Wendy's Got the Heat
- Author: Wendy Williams; Karen Hunter;
- Language: English
- Subject: Autobiography
- Publisher: Atria Books
- Publication date: August 2003
- Media type: Print
- ISBN: 0-7434-7021-4
- OCLC: 52724929
- Dewey Decimal: 791.4402/8/092 B
- LC Class: PN1991.4.W57 A3 2003

= Wendy's Got the Heat =

2003 autobiography by Wendy Williams

Wendy's Got the Heat is a 2003 autobiography by American broadcaster and media personality Wendy Williams, co-written with journalist Karen Hunter.

==Background==

I always knew I wanted to write a book, and I thought it would be a tell-all gossip book. I didn't think it would be the story of my life because I'm just a deejay and who would think people would be interested?
— Wendy Williams on her original motive for writing a book

While on her WBLS radio show in 2002, Wendy Williams expressed interest in writing a book. Three Simon & Schuster employees who regularly listened to the program heard Williams' statement and contacted her. Publishers from Atria Books and Pocket Books met with Williams and agreed an autobiography would be appropriate given her past experiences with drug use, miscarriage, and public feud with employers at WQHT, which they felt would "motivate women facing similar challenges in their struggles for success". After Williams's agent signed a North American distribution deal for the book, she coauthored it with journalist Karen Hunter.

==Publication and promotion==
Atria Books released Wendy's Got the Heat in hardcover on August 1, 2003. To promote it, Williams scheduled appearances and book signings at libraries and bookstores in New York City, Washington, D.C., and Philadelphia. She also marketed it at the year's Harlem Book Fair, where it sold 400 copies. Wendy's Got the Heat debuted at number nine on the nonfiction New York Times Best Seller list for the week ended August 9, 2003. On Essence magazine's hardcover nonfiction bestsellers list—which is based on sales at African-American bookstores—it entered at number one. The following August, Pocket Books released it in mass market paperback.

==Reception==
Wendy's Got the Heat received mixed reviews from critics. In the Library Journal, Mark Bay compared the autobiography favorably to those by radio personalities Howard Stern and Mancow Muller for discussing topics like drug addiction and miscarriage instead of "preening rants and juvenile infatuations with genitalia". Writing for QBR The Black Book Review, Kecia Palmer-Cousins thought the inclusion of these experiences made the book more candid than a typical autobiography. In the New York Amsterdam News, Renee Minus White appreciated that Williams "is as personal about her own dramatic and often complicated life as she asks her [radio] guests to be". Publishers Weekly felt it lacked information regarding Williams' job responsibilities as a disc jockey. In his book Hip-Hop Revolution in the Flesh, scholar Greg Thomas felt Williams was hypocritical for promoting Queen's English while the autobiography opens with the line "Bitches and niggas every day are practicing to do my shit." Kirkus Reviews agreed, regarding the statement "there is no excuse for not being able to speak well" contradictory because the book's "narrative [is written] in the most casual of street slang".

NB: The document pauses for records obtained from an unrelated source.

package plots

import (
	"fmt"
	"math"
	"strings"

	"gonum.org/v1/plot/vg"
)

// scatterPlan is the plan of a scatter at work.
type scatterPlan struct {
	plan
	of    ScatterPlanSpec
	lines []sideLine
}

// sideLine is a line of the text beside a plan.
type sideLine struct {
	words string
	group int  // whose mark stands before it; -1: none
	gap   bool // stands before it
	soft  bool
}

var (
	penContour = pen{ink: inkText, width: 1.3}
	penEllipse = pen{ink: inkText, width: 0.9, dashes: []vg.Length{5, 2.5}}
)

func (s *scatterPlan) arrange() {
	must := s.matters()
	if c := s.spec.circumference(); c > 0 && must.size().X > c { // landings of several laps lie on one
		must.min.X, must.max.X = -c/2, c/2
	}
	s.deck = s.bounds()
	if s.spec.From.Y == s.spec.To.Y { // no bulkheads: as far as there is something
		all := must
		all.grow(0.2 * all.size().norm())
		s.deck.add(Point{s.deck.min.X, all.min.Y}, Point{s.deck.max.X, all.max.Y})
	}
	must = s.choose(must, s.padded(must))
	f := frame{left: 12, right: 12, top: 12, bottom: 12, numbersLeft: 34, numbersLow: 13, down: true}
	for range 2 { // the second time with room for the numbers at the left
		s.stage = newStage(sheetPlan{title: s.spec.Title, notes: s.spec.Notes + s.drawn(), side: planColumn, strip: true}, must, f)
		s.number()
		for _, t := range s.yTicks {
			f.numbersLeft = math.Max(f.numbersLeft, textWidth(t.Label+" m", sizeTick, false)+8)
		}
	}
	s.write()
	s.label()
}

// drawn says that landings are left out for their number.
func (s *scatterPlan) drawn() string {
	n := 0
	for _, g := range s.of.Groups {
		n += len(g.Places)
	}
	if n >= s.of.Landed {
		return ""
	}
	return fmt.Sprintf(" The first %d of %d landings are drawn.", n, s.of.Landed)
}

// write makes the text beside the plan, as far as there is room: with gaps between its
// pieces, without, and then without the last.
func (s *scatterPlan) write() {
	add := func(words string, group int) {
		for k, l := range wrap(strings.ReplaceAll(clean(words), " -", " "+minus), planColumn-numberWide, sizeLabel, false, 3) {
			line := sideLine{words: l, group: -1}
			if k == 0 {
				line.group, line.gap = group, group < 0
			}
			s.lines = append(s.lines, line)
		}
	}
	for i, g := range s.of.Groups {
		add(g.Name, i)
	}
	for _, w := range s.of.Words {
		add(w, -1)
	}
	high := (s.side.Max.Y - s.side.Min.Y).Points()
	if s.height() > high {
		for i := range s.lines {
			s.lines[i].gap = false
		}
	}
	if fits := int(high / entryPitch); len(s.lines) > fits {
		s.lines = append(s.lines[:max(0, fits-1)], sideLine{words: "and more in the tables", group: -1, soft: true})
	}
}

// height is that of the text beside the plan, pt.
func (s *scatterPlan) height() float64 {
	h := entryPitch * float64(len(s.lines))
	for _, l := range s.lines {
		if l.gap {
			h += lineGap
		}
	}
	return h
}

// lineGap stands before a piece of the text beside the plan, pt.
const lineGap = 5.0

// label finds places for the names.
func (s *scatterPlan) label() {
	if s.of.Median != nil {
		s.each(*s.of.Median, func(q vg.Point) {
			s.pl.mark(q, crossArm)
			s.pl.add(label{s: "median", size: sizeLabel, ink: inkText, at: q, clear: crossArm + 1, need: true})
		})
	}
	s.eachFoot(func(q vg.Point) {
		s.pl.mark(q, ringRadius)
		s.pl.add(label{s: "plumb foot", size: sizeLabel, ink: inkText, at: q, clear: ringRadius + 1, need: true})
	})
	name := "95 % contour"
	if s.of.Line {
		name = "shortest stretch with 95 %"
	}
	for _, c := range s.of.Contour {
		name = s.nameOnce(s.closed(c), name, priceStrong)
	}
	if e := s.of.Ellipse; e != nil {
		s.nameOnce(e.outline(), "95 % ellipse", pricePlumb)
	}
	s.plan.label()
}

// eachFoot calls do with each copy of the foot that shows.
func (s *scatterPlan) eachFoot(do func(vg.Point)) {
	if !s.of.NoFoot {
		s.each(s.of.Foot, do)
	}
}

// nameOnce keeps labels off a line and names the first copy of it that shows. It gives
// the name if that is still to be given.
func (s *scatterPlan) nameOnce(line []Point, name string, price float64) string {
	s.laps(line, func(page []vg.Point) {
		s.pl.polyline(price, page...)
		if name != "" && len(clipLine(s.win, page)) > 0 {
			s.nameLine(page, name)
			name = ""
		}
	})
	return name
}

// closed repeats the first corner of an outline.
func (s *scatterPlan) closed(c []Point) []Point {
	if s.of.Line || len(c) == 0 {
		return c
	}
	return append(c[:len(c):len(c)], c[0])
}

// laps calls do with each copy of a line that shows, on the page.
func (s *scatterPlan) laps(line []Point, do func([]vg.Point)) {
	var a area
	a.add(line...)
	if !a.some {
		return
	}
	for _, dx := range s.shifts(a.min.X, a.max.X) {
		moved := make([]Point, len(line))
		for i, p := range line {
			moved[i] = p.add(Point{dx, 0})
		}
		do(s.v.pts(moved))
	}
}

func (s *scatterPlan) paint(p *pad) {
	s.paintGrid(p)
	s.paintDeck(p)
	for _, shape := range s.shapes() {
		s.paintShape(p, shape)
	}
	for i := len(s.of.Groups) - 1; i >= 0; i-- {
		s.paintDots(p, i)
	}
	for _, c := range s.of.Contour {
		s.laps(s.closed(c), func(line []vg.Point) { s.line(p, penContour, line) })
	}
	if e := s.of.Ellipse; e != nil {
		s.laps(e.outline(), func(line []vg.Point) { s.line(p, penEllipse, line) })
	}
	p.rect(s.win, penFrame)
	s.eachFoot(func(q vg.Point) { p.ring(q, inkText) })
	if s.of.Median != nil {
		s.each(*s.of.Median, p.plus)
	}
	s.pl.draw(p)
	s.paintLines(p)
	s.drawStrip(p, "spinward", "+axial", spinStatement(s.spec.Spin)+s.cropStatement())
	s.sheet.draw(p)
}

const (
	dotHalf  = 0.75 // pt, of the mark of a landing among many
	markHalf = 1.3  // pt, of the marks that are lines
	crossArm = 5.0  // pt, of the median
)

// plus is the mark of the median.
func (p *pad) plus(at vg.Point) {
	for _, n := range []pen{{ink: inkPaper, width: 3}, {ink: inkText, width: 1.3}} {
		p.line(n, at.Sub(xy(crossArm, 0)), at.Add(xy(crossArm, 0)))
		p.line(n, at.Sub(xy(0, crossArm)), at.Add(xy(0, crossArm)))
	}
}

// paintDots draws the landings of a group, in one path.
func (s *scatterPlan) paintDots(p *pad, group int) {
	var at []vg.Point
	for _, d := range s.of.Groups[group].Places {
		s.each(d, func(q vg.Point) { at = append(at, q) })
	}
	p.dots(group, at)
}

// strokes are the marks of the groups behind the first, as lines from the middle: a
// slanted cross, an upright one, a diamond, a dash.
var strokes = [][][]vg.Point{
	{{xy(-1, -1), xy(1, 1)}, {xy(-1, 1), xy(1, -1)}},
	{{xy(-1.2, 0), xy(1.2, 0)}, {xy(0, -1.2), xy(0, 1.2)}},
	{{xy(-1.2, 0), xy(0, 1.2), xy(1.2, 0), xy(0, -1.2), xy(-1.2, 0)}},
	{{xy(-1.4, 0), xy(1.4, 0)}},
}

// dots draws the mark of a group at many places: a square for the first group.
func (p *pad) dots(group int, at []vg.Point) {
	if len(at) == 0 {
		return
	}
	var path vg.Path
	if group == 0 {
		for _, q := range at {
			path.Move(q.Add(xy(-dotHalf, -dotHalf)))
			path.Line(q.Add(xy(dotHalf, -dotHalf)))
			path.Line(q.Add(xy(dotHalf, dotHalf)))
			path.Line(q.Add(xy(-dotHalf, dotHalf)))
			path.Close()
		}
		p.fill(seriesInk(group), path)
		return
	}
	for _, q := range at {
		for _, line := range strokes[(group-1)%len(strokes)] {
			path.Move(q.Add(line[0].Scale(markHalf)))
			for _, to := range line[1:] {
				path.Line(q.Add(to.Scale(markHalf)))
			}
		}
	}
	p.stroke(pen{ink: seriesInk(group), width: 0.6}, path)
}

func (s *scatterPlan) paintLines(p *pad) {
	x, y := s.side.Min.X.Points(), s.side.Max.Y.Points()
	for _, l := range s.lines {
		if l.gap {
			y -= lineGap
		}
		y -= entryPitch
		if l.group >= 0 {
			p.dots(l.group, []vg.Point{xy(x+numberWide/2, y+2+sizeLabel*capHeight/2)})
		}
		ink := inkText
		if l.soft {
			ink = inkSoft
		}
		p.text(text{s: l.words, at: xy(x+numberWide, y+2), size: sizeLabel, ink: ink})
	}
}
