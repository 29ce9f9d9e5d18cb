package plots

import (
	"encoding/xml"
	"math"
	"math/rand/v2"
	"strings"
	"testing"
)

// scatterSpec has n landings spread round a place beside the hatch of planSpec, some of
// them on the floor below.
func scatterSpec(n int) ScatterPlanSpec {
	const seed = 9
	r := rand.New(rand.NewPCG(seed, 1))
	s := ScatterPlanSpec{Deck: planSpec(), Foot: Point{3.8, 0}, Landed: n, Groups: []ScatterGroup{{Name: "on upper 66.7 % (64.6 to 68.7 %)"}, {Name: "on floor 33.3 % (31.3 to 35.4 %)"}},
		Words: []string{"through hatch 2 33.3 % (31.3 to 35.4 %)", "median: 0.242 m antispinward, 5.46 mm toward -axial of plumb", "2000 samples, 3 left out"}}
	s.Deck.Title = "wrench: landings on the plan of \"upper\""
	for i := range n {
		g := &s.Groups[min(i%3, 1)]
		g.Places = append(g.Places, Point{3.5 - float64(i%3%2) + 0.3*r.NormFloat64(), 0.2 * r.NormFloat64()})
	}
	s.Median = &Point{3.4, 0.01}
	s.Ellipse = &PlanEllipse{Centre: Point{3.2, 0}, Major: 1.2, Minor: 0.5, Angle: 0.1}
	round := (&PlanEllipse{Centre: Point{3.5, 0}, Major: 0.7, Minor: 0.4}).outline()
	s.Contour = [][]Point{round[:len(round)-1], {{2.2, -0.3}, {2.7, -0.3}, {2.7, 0.3}, {2.2, 0.3}}}
	return s
}

// scatterLine is a scatter of one number: its landings lie on a line.
func scatterLine() ScatterPlanSpec {
	s := scatterSpec(0)
	s.Groups = []ScatterGroup{{Name: "on floor 100 %"}}
	for i := range 200 {
		s.Groups[0].Places = append(s.Groups[0].Places, Point{3.2 + 0.002*float64(i), 0})
	}
	s.Landed = 200
	s.Contour, s.Line = [][]Point{{{3.21, 0}, {3.59, 0}}}, true
	s.Ellipse = &PlanEllipse{Centre: Point{3.4, 0}, Major: 0.25}
	return s
}

func scatterSamples() []sampleFigure {
	scatter := func(name string, s ScatterPlanSpec) sampleFigure {
		return sampleFigure{"scatter " + name, func() (*Figure, error) { return ScatterPlan(s) }}
	}
	wordy := scatterSpec(300)
	for range 30 {
		wordy.Words = append(wordy.Words, "through one more of the many openings 3.3 % (1.3 to 5.4 %)")
	}
	bare := ScatterPlanSpec{Deck: planSpec(), Groups: []ScatterGroup{{Name: "on floor", Places: []Point{{0.1, 0}}}}, Landed: 1}
	open := scatterSpec(600)
	open.Deck.From.Y, open.Deck.To.Y = 0, 0
	lap := scatterSpec(100)
	for i := range lap.Groups[0].Places {
		lap.Groups[0].Places[i].X -= 2 * math.Pi * 18 * float64(i%3)
	}
	return []sampleFigure{scatter("beside a hatch", scatterSpec(MostDots)), scatter("on a line", scatterLine()),
		scatter("with many words", wordy), scatter("of one", bare), scatter("without bulkheads", open), scatter("over laps", lap)}
}

func TestScatterPlanRefuses(t *testing.T) {
	nan := math.NaN()
	for name, spoil := range map[string]func(*ScatterPlanSpec){
		"no title":              func(s *ScatterPlanSpec) { s.Deck.Title = "" },
		"no description":        func(s *ScatterPlanSpec) { s.Deck.Desc = "" },
		"foot of NaN":           func(s *ScatterPlanSpec) { s.Foot.X = nan },
		"median of NaN":         func(s *ScatterPlanSpec) { s.Median.Y = nan },
		"landing of NaN":        func(s *ScatterPlanSpec) { s.Groups[1].Places[0].X = nan },
		"huge landing":          func(s *ScatterPlanSpec) { s.Groups[0].Places[1].Y = 1e12 },
		"contour of infinity":   func(s *ScatterPlanSpec) { s.Contour[0][0].X = math.Inf(1) },
		"negative axis":         func(s *ScatterPlanSpec) { s.Ellipse.Minor = -1 },
		"axis of NaN":           func(s *ScatterPlanSpec) { s.Ellipse.Major = nan },
		"angle of NaN":          func(s *ScatterPlanSpec) { s.Ellipse.Angle = nan },
		"too many landings":     func(s *ScatterPlanSpec) { s.Groups[0].Places = make([]Point, MostDots+1) },
		"a deck of no radius":   func(s *ScatterPlanSpec) { s.Deck.Radius = 0 },
		"a deck that goes back": func(s *ScatterPlanSpec) { s.Deck.From.Y = 8 },
	} {
		s := scatterSpec(60)
		spoil(&s)
		if f, err := ScatterPlan(s); err == nil || f != nil {
			t.Errorf("%s: drawn", name)
		}
	}
}

// TestScatterPlanDrawsEachLanding counts the marks of the first group, one square each,
// and holds that the caption tells of landings that are not drawn.
func TestScatterPlanDrawsEachLanding(t *testing.T) {
	const n = 120
	s := scatterSpec(n)
	s.Groups = s.Groups[:1]
	places := len(s.Groups[0].Places)
	for _, landed := range []int{places, 5000} {
		s.Landed = landed
		f, err := ScatterPlan(s)
		svg := render(t, f, err)
		squares := 0
		elements(t, svg, func(e xml.StartElement, attr func(string) string, words string) {
			if k := strings.Count(attr("d"), "M"); e.Name.Local == "path" && k > 10 {
				squares += k
			}
		})
		if squares != places {
			t.Errorf("%d marks for %d landings", squares, places)
		}
		if got := strings.Contains(svg, "of 5000 landings are drawn"); got != (landed == 5000) {
			t.Errorf("of %d landings: told of those left out: %v", landed, got)
		}
	}
}

// TestScatterPlanShowsWhatMatters: the foot, the ellipse and the contour lie in the
// window, and a landing far off does not shrink them.
func TestScatterPlanShowsWhatMatters(t *testing.T) {
	scale := func(s ScatterPlanSpec) float64 {
		p := scatterPlan{plan: plan{spec: s.Deck}, of: s}
		p.spec.Releases = nil
		p.arrange()
		for _, q := range append(s.Ellipse.outline(), s.Foot, *s.Median, s.Contour[1][0]) {
			if !within(p.win, p.v.pt(q)) {
				t.Errorf("%v is not shown", q)
			}
		}
		return p.v.perM
	}
	s := scatterSpec(1000)
	near := scale(s)
	s.Groups[0].Places[5] = Point{3, 300}
	if far := scale(s); far != near {
		t.Errorf("a landing far off changes the scale from %g to %g pt/m", near, far)
	}
}

func TestEllipseOutline(t *testing.T) {
	e := PlanEllipse{Centre: Point{1, 2}, Major: 3, Minor: 1, Angle: math.Pi / 3}
	for _, p := range e.outline() {
		q := p.sub(e.Centre).turned(-e.Angle)
		if d := q.X*q.X/9 + q.Y*q.Y; math.Abs(d-1) > 1e-12 {
			t.Errorf("%v lies at %g", p, d)
		}
	}
}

Critics differed regarding the effectiveness of anecdotes about achieving success in life. Tim Butler of the African-American newspaper Tri-State Defender wrote that the autobiography "offers readers a wealth of lessons on everything from how to achieve their goals to how to live their lives". Palmer-Cousins considered the quote "Nothing is guaranteed. Learn from your mistakes and move on and above all else be true to yourself" as a useful life lesson. In contrast, Publishers Weekly thought the statement "getting high with muthafuckas doesn't do anything for you except give people something to talk about" lacked depth, and Kirkus Reviews considered the book's relationship and career advice "embarrassingly simplistic".